On va passer aux questions plus personnelles. Voici les cinq dernières minutes. Il y a, cet après-midi, question soufflée par mon camarade David Ducan, la finale de Roland-Garros entre Nadal et Djokovic. Vous êtes Nadal ou Djokovic, vous ?

37:47
Invité

Moi, je suis Nadal.

37:48
Présentateur

Est-ce que vous y serez cet après-midi, d'ailleurs ?

37:50
Invité

Oui, j'y serai. Je suis Nadal, mais quand même, j'aimerais qu'il y ait une belle finale. J'aimerais qu'il y ait du suspense.

37:54
Présentateur

Vous voulez 5-7, quoi ?

37:55
Invité

Je veux 5-7 au moins, comme d'habitude.

37:58
Présentateur

Si Nadal l'emporte, ce sera la 13e fois, Roland-Garros. Il est chez lui, Djokovic l'a emporté qu'une fois. Quel est le dernier film que vous avez vu ?

38:04
Invité

Alors, j'ai vu un film qui met de très bonne humeur et puis qui sort un petit peu de Paris, Antoinette dans les Cévennes.

38:11
Présentateur

D'accord.

38:11
Invité

Avec Laure Calamy, qui est une actrice extrêmement touchante. Voilà, une comédie française.

38:17
Présentateur

Quel est le dernier album que vous avez téléchargé ou que vous avez acheté ?

38:21
Invité

C'est Indochine. Ah oui ? Oui. C'est votre groupe préféré ? Nos célébrations. Écoutez, j'aime beaucoup Indochine. Et puis, j'ai un vrai projet avec eux parce qu'ils ont fêté leur 40e anniversaire, le 40e anniversaire du groupe.

38:36
Présentateur

Ce sera en jeu en Stade de France, je crois.

38:38
Invité

Exactement, en Ile-de-France. Et je pense qu'il faut qu'on en fasse un très bel événement parce que c'est quand même une très belle success story.

38:43
Présentateur

Est-ce que vous avez un livre à nous conseiller ? On a eu pas mal d'ouvrages politiques conseillés d'essai par les précédents invités. Est-ce que vous avez un roman, par exemple, à nous conseiller ?

38:51
Invité

Alors, j'ai des romans, mais j'ai quand même envie de vous conseiller un livre parce qu'il est bien adapté à la situation. C'est les mémoires de guerre de Churchill qui m'a été offerte, ça ne s'invente pas, par le professeur Didier Raoult. Il y a 10 ans, quand j'étais ministre de l'enseignement supérieur et de la recherche et que je devais affronter des mouvements étudiants dans la rue au moment de la loi autonomie, le professeur Raoult, dont vous connaissez le panache et la fougue, m'avait dit, c'est extraordinaire votre courage face à la rue, etc. Je vais vous donner un maître à penser. Et il m'avait envoyé les mémoires de guerre de Churchill, donc ça vous rappelle le personnage.

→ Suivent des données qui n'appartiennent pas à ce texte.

func TestValidateTable(t *testing.T) {
	cases := []struct {
		name    string
		edit    func(m *Model)
		section string
		item    string
		field   string
		col     int
		want    string
		sev     Severity
	}{
		{"unknown species", func(m *Model) { m.Reactions[0].Equation = "E + S <=> Q" }, "reactions", "bind", "equation", 11, `unknown species "Q"; declare it`, Error},
		{"equation syntax", func(m *Model) { m.Reactions[1].Equation = "ES => E" }, "reactions", "cut", "equation", 4, "unknown arrow", Error},
		{"parameter as species", func(m *Model) { m.Reactions[1].Equation = "ES -> kon" }, "reactions", "cut", "equation", 7, `"kon" is a parameter, not a species`, Error},
		{"duplicate across kinds", func(m *Model) {
			m.Parameters[0].Name = "S"
			m.Reactions[0].Rate = m.Reactions[0].Rate.With("k", Number(1))
		}, "parameters", "S", "name", 0, `already used by species 2`, Error},
		{"duplicate reaction", func(m *Model) { m.Reactions[1].Name = "bind" }, "reactions", "bind", "name", 0, "already used by reaction 1", Error},
		{"bad name", func(m *Model) { m.Species[3].Name = "P 2"; m.Reactions[1].Equation = "ES -> E" }, "species", "P 2", "name", 0, "not a valid name", Error},
		{"reserved t", func(m *Model) { m.Parameters = append(m.Parameters, Parameter{Name: "t", Value: 1}) }, "parameters", "t", "name", 0, "reserved for time", Error},
		// A species named like a function could never be read in an expression.
		{"function name", func(m *Model) { m.Species = append(m.Species, Species{Name: "exp", Initial: 1}) }, "species", "exp", "name", 0, "is a function of rate expressions", Error},
		{"negative initial", func(m *Model) { m.Species[1].Initial = -2 }, "species", "S", "initial", 0, "initial concentration -2", Error},
		{"zero volume", func(m *Model) { m.Compartments[0].Volume = 0 }, "compartments", "cell", "volume", 0, "expected a positive number", Error},
		{"unknown compartment", func(m *Model) { m.Species[0].Compartment = "nucleus" }, "species", "E", "compartment", 0, `unknown compartment "nucleus"; expected one of cell`, Error},
		{"missing k_reverse", func(m *Model) { m.Reactions[0].Rate = m.Reactions[0].Rate.With("k_reverse", Value{}) }, "reactions", "bind", "rate.k_reverse", 0, "mass_action on a reversible reaction needs k_reverse", Error},
		{"extra k_reverse", func(m *Model) { m.Reactions[1].Rate = m.Reactions[1].Rate.With("k_reverse", Number(1)) }, "reactions", "cut", "rate.k_reverse", 0, "reversible reactions only", Error},
		{"missing k", func(m *Model) { m.Reactions[1].Rate = m.Reactions[1].Rate.With("k", Value{}) }, "reactions", "cut", "rate.k", 0, "Rate constant is missing", Error},
		{"unknown parameter", func(m *Model) { m.Reactions[1].Rate = m.Reactions[1].Rate.With("k", Named("kk")) }, "reactions", "cut", "rate.k", 0, `unknown parameter "kk"`, Error},
		{"negative constant", func(m *Model) { m.Reactions[1].Rate = m.Reactions[1].Rate.With("k", Number(-1)) }, "reactions", "cut", "rate.k", 0, "Rate constant = -1 is not allowed; expected zero or a positive number", Error},
		{"unknown law", func(m *Model) { m.Reactions[1].Rate.Law = "hill" }, "reactions", "cut", "rate.law", 0, `unknown rate law "hill"; expected one of mass_action, michaelis_menten, michaelis_menten_reversible, competitive_inhibition, uncompetitive_inhibition, noncompetitive_inhibition, mixed_inhibition, hill_activation, hill_repression, random_bi, ordered_bi, saturable_transport, expression`, Error},
		{"missing law", func(m *Model) { m.Reactions[1].Rate = Rate{} }, "reactions", "cut", "rate.law", 0, "rate law is missing", Error},
		{"mm both", func(m *Model) {
			m.Reactions[1] = Reaction{Name: "cut", Equation: "S -> P", Rate: NewRate(MichaelisMenten, "vmax", Number(1), "kcat", Named("kcat"), "enzyme", Named("E"), "km", Number(1))}
		}, "reactions", "cut", "rate", 0, "either vmax, or kcat with enzyme, not both", Error},
		{"mm reversible", func(m *Model) {
			m.Reactions[1] = Reaction{Name: "cut", Equation: "S <=> P", Rate: NewRate(MichaelisMenten, "vmax", Number(1), "km", Number(1))}
		}, "reactions", "cut", "equation", 0, "irreversible reactions only", Error},
		{"mm two substrates", func(m *Model) {
			m.Reactions[1] = Reaction{Name: "cut", Equation: "S + ES -> P", Rate: NewRate(MichaelisMenten, "vmax", Number(1), "km", Number(1))}
		}, "reactions", "cut", "equation", 0, "exactly one substrate", Error},
		{"mm enzyme not species", func(m *Model) {
			m.Reactions[1] = Reaction{Name: "cut", Equation: "S -> P", Rate: NewRate(MichaelisMenten, "kcat", Named("kcat"), "enzyme", Named("kon"), "km", Number(1))}
		}, "reactions", "cut", "rate.enzyme", 0, `Enzyme "kon" is not a species`, Error},
		{"mm missing km", func(m *Model) {
			m.Reactions[1] = Reaction{Name: "cut", Equation: "S -> P", Rate: NewRate(MichaelisMenten, "vmax", Number(1))}
		}, "reactions", "cut", "rate.km", 0, "Km is missing", Error},
		{"mm kcat no enzyme", func(m *Model) {
			m.Reactions[1] = Reaction{Name: "cut", Equation: "S -> P", Rate: NewRate(MichaelisMenten, "kcat", Number(1), "km", Number(1))}
		}, "reactions", "cut", "rate.enzyme", 0, "needs enzyme", Error},
		{"mm extra k", func(m *Model) {
			m.Reactions[1] = Reaction{Name: "cut", Equation: "S -> P", Rate: NewRate(MichaelisMenten, "vmax", Number(1), "km", Number(1), "k", Number(2))}
		}, "reactions", "cut", "rate.k", 0, "Rate constant is not used by the Michaelis–Menten law", Error},
		{"expr syntax", func(m *Model) { m.Reactions[1].Rate = Rate{Law: Expression, Expression: "kcat*(ES"} }, "reactions", "cut", "rate.expression", 6, "", Error},
		{"expr unknown name", func(m *Model) { m.Reactions[1].Rate = Rate{Law: Expression, Expression: "kcat*ESS"} }, "reactions", "cut", "rate.expression", 6, `unknown name "ESS"`, Error},
		{"expr divide by zero", func(m *Model) { m.Reactions[1].Rate = Rate{Law: Expression, Expression: "kcat*ES/0"} }, "reactions", "cut", "rate.expression", 0, "zero", Error},
		{"expr empty", func(m *Model) { m.Reactions[1].Rate = Rate{Law: Expression} }, "reactions", "cut", "rate.expression", 0, "needs an expression", Error},
		{"t_end", func(m *Model) { m.Simulation.TEnd = -5 }, "simulation", "", "t_end", 0, "expected a positive end time", Error},
		{"points cap", func(m *Model) { m.Simulation.Output.Points = MaxPoints + 1 }, "simulation", "", "output.points", 0, "at most 1000000", Error},
		{"output values cap", func(m *Model) {
			for i := range 60 {
				m.Species = append(m.Species, Species{Name: fmt.Sprintf("X%d", i)})
			}
			m.Simulation.Output.Points = MaxPoints
		}, "simulation", "", "output.points", 0, "more output than this program holds", Error},
		{"spacing", func(m *Model) { m.Simulation.Output.Spacing = "geometric" }, "simulation", "", "output.spacing", 0, `expected "linear" or "log"`, Error},
		{"method", func(m *Model) { m.Simulation.Method = "euler" }, "simulation", "", "method", 0, "expected one of auto, rosenbrock", Error},
		// A negative rate constant, Vmax or kcat, or a Km that is not
		// positive, given through a parameter, is an error at the
		// reaction's field (physical meaning of the constants, common
		// practice: rates of elementary steps and Michaelis constants are
		// not negative, and Km = 0 makes vmax·S/(Km + S) 0/0 at S = 0).
		{"negative parameter as k", func(m *Model) { m.Parameters[2].Value = -3 }, "reactions", "cut", "rate.k", 0, `Rate constant uses parameter "kcat" = -3`, Error},
		{"negative parameter as k_reverse", func(m *Model) { m.Parameters[1].Value = -0.1 }, "reactions", "bind", "rate.k_reverse", 0, `Reverse constant uses parameter "koff" = -0.1`, Error},
		{"negative parameter as vmax", func(m *Model) {
			m.Reactions[1] = Reaction{Name: "cut", Equation: "S -> P", Rate: NewRate(MichaelisMenten, "vmax", Named("kcat"), "km", Number(1))}
			m.Parameters[2].Value = -2
		}, "reactions", "cut", "rate.vmax", 0, `Vmax uses parameter "kcat" = -2`, Error},
		{"negative parameter as kcat", func(m *Model) {
			m.Reactions[1] = Reaction{Name: "cut", Equation: "S -> P", Rate: NewRate(MichaelisMenten, "kcat", Named("kcat"), "enzyme", Named("E"), "km", Number(1))}
			m.Parameters[2].Value = -2
		}, "reactions", "cut", "rate.kcat", 0, `kcat uses parameter "kcat" = -2`, Error},
		{"zero parameter as km", func(m *Model) {
			m.Reactions[1] = Reaction{Name: "cut", Equation: "S -> P", Rate: NewRate(MichaelisMenten, "vmax", Number(1), "km", Named("kcat"))}
			m.Parameters[2].Value = 0
		}, "reactions", "cut", "rate.km", 0, `Km uses parameter "kcat" = 0, which is not allowed; expected a positive number`, Error},
		{"zero km", func(m *Model) {
			m.Reactions[1] = Reaction{Name: "cut", Equation: "S -> P", Rate: NewRate(MichaelisMenten, "vmax", Number(1), "km", Number(0))}
		}, "reactions", "cut", "rate.km", 0, "Km = 0 is not allowed; expected a positive number", Error},
		// Used only in an expression, a negative parameter may be meant.
		{"negative parameter in expression", func(m *Model) {
			m.Reactions[1].Rate = Rate{Law: Expression, Expression: "-kcat*ES"}
			m.Parameters[2].Value = -2
		}, "parameters", "kcat", "value", 0, "negative", Warning},
		// A near miss (edit distance ≤ 2) is suggested.
		{"did you mean parameter", func(m *Model) { m.Reactions[1].Rate = m.Reactions[1].Rate.With("k", Named("kcta")) }, "reactions", "cut", "rate.k", 0, `unknown parameter "kcta"; did you mean "kcat"? Otherwise declare it`, Error},
		{"did you mean species", func(m *Model) { m.Reactions[1].Equation = "ES -> E + PP" }, "reactions", "cut", "equation", 11, `unknown species "PP"; did you mean "P"?`, Error},
		{"did you mean in expression", func(m *Model) { m.Reactions[1].Rate = Rate{Law: Expression, Expression: "kact*ES"} }, "reactions", "cut", "rate.expression", 1, `unknown name "kact"; did you mean "kcat"?`, Error},
		{"unused species", func(m *Model) { m.Species = append(m.Species, Species{Name: "Z"}) }, "species", "Z", "", 0, "takes part in no reaction", Warning},
		{"unused parameter", func(m *Model) { m.Parameters = append(m.Parameters, Parameter{Name: "spare", Value: 1}) }, "parameters", "spare", "", 0, "used by no rate law", Warning},
	}
	for _, c := range cases {
		m := baseModel()
		c.edit(m)
		ps := m.Validate()
		found := false
		for _, p := range ps {
			if p.Section == c.section && p.Item == c.item && p.Field == c.field && p.Severity == c.sev &&
				strings.Contains(p.Message, c.want) && (c.col == 0 || p.Col == c.col) {
				found = true
			}
		}
		if !found {
			t.Errorf("%s: want %s %q %s col %d %q; got %v", c.name, c.section, c.item, c.field, c.col, c.want, ps)
		}
	}
}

Mais c'est un livre intéressant à lire aujourd'hui parce que ça montre effectivement comment on peut tenir dans la tempête.

39:36
Présentateur

Qu'est-ce que vous possédez de plus précieux, Valérie Pécresse ?

39:39
Invité

Ma famille.

39:39
Présentateur

Vous n'êtes pas la première à nous dire ça.

39:41
Invité

Oui, mais c'est peut-être vrai.

39:43
Présentateur

C'est peut-être vrai, je vous le souhaite. Et qu'est-ce que vous ferez dans deux ans ? Où est-ce que vous serez ?

39:49
Invité

En Ile-de-France.

39:51
Présentateur

C'est large. On peut préciser que l'Elysée est en Ile-de-France. L'Elysée est en Ile-de-France, évidemment. Par coïncidence, peut-être que ça n'empêche pas. Géographiquement, c'est une réponse qui marche aussi. Merci beaucoup, merci Valérie Pécresse d'avoir été avec nous aujourd'hui dans BFM Politique. Cher Edwige, cher David, nous nous verrons la semaine prochaine. A dimanche. Et je vous donne rendez-vous tout à l'heure à 18h pour BFM TBS.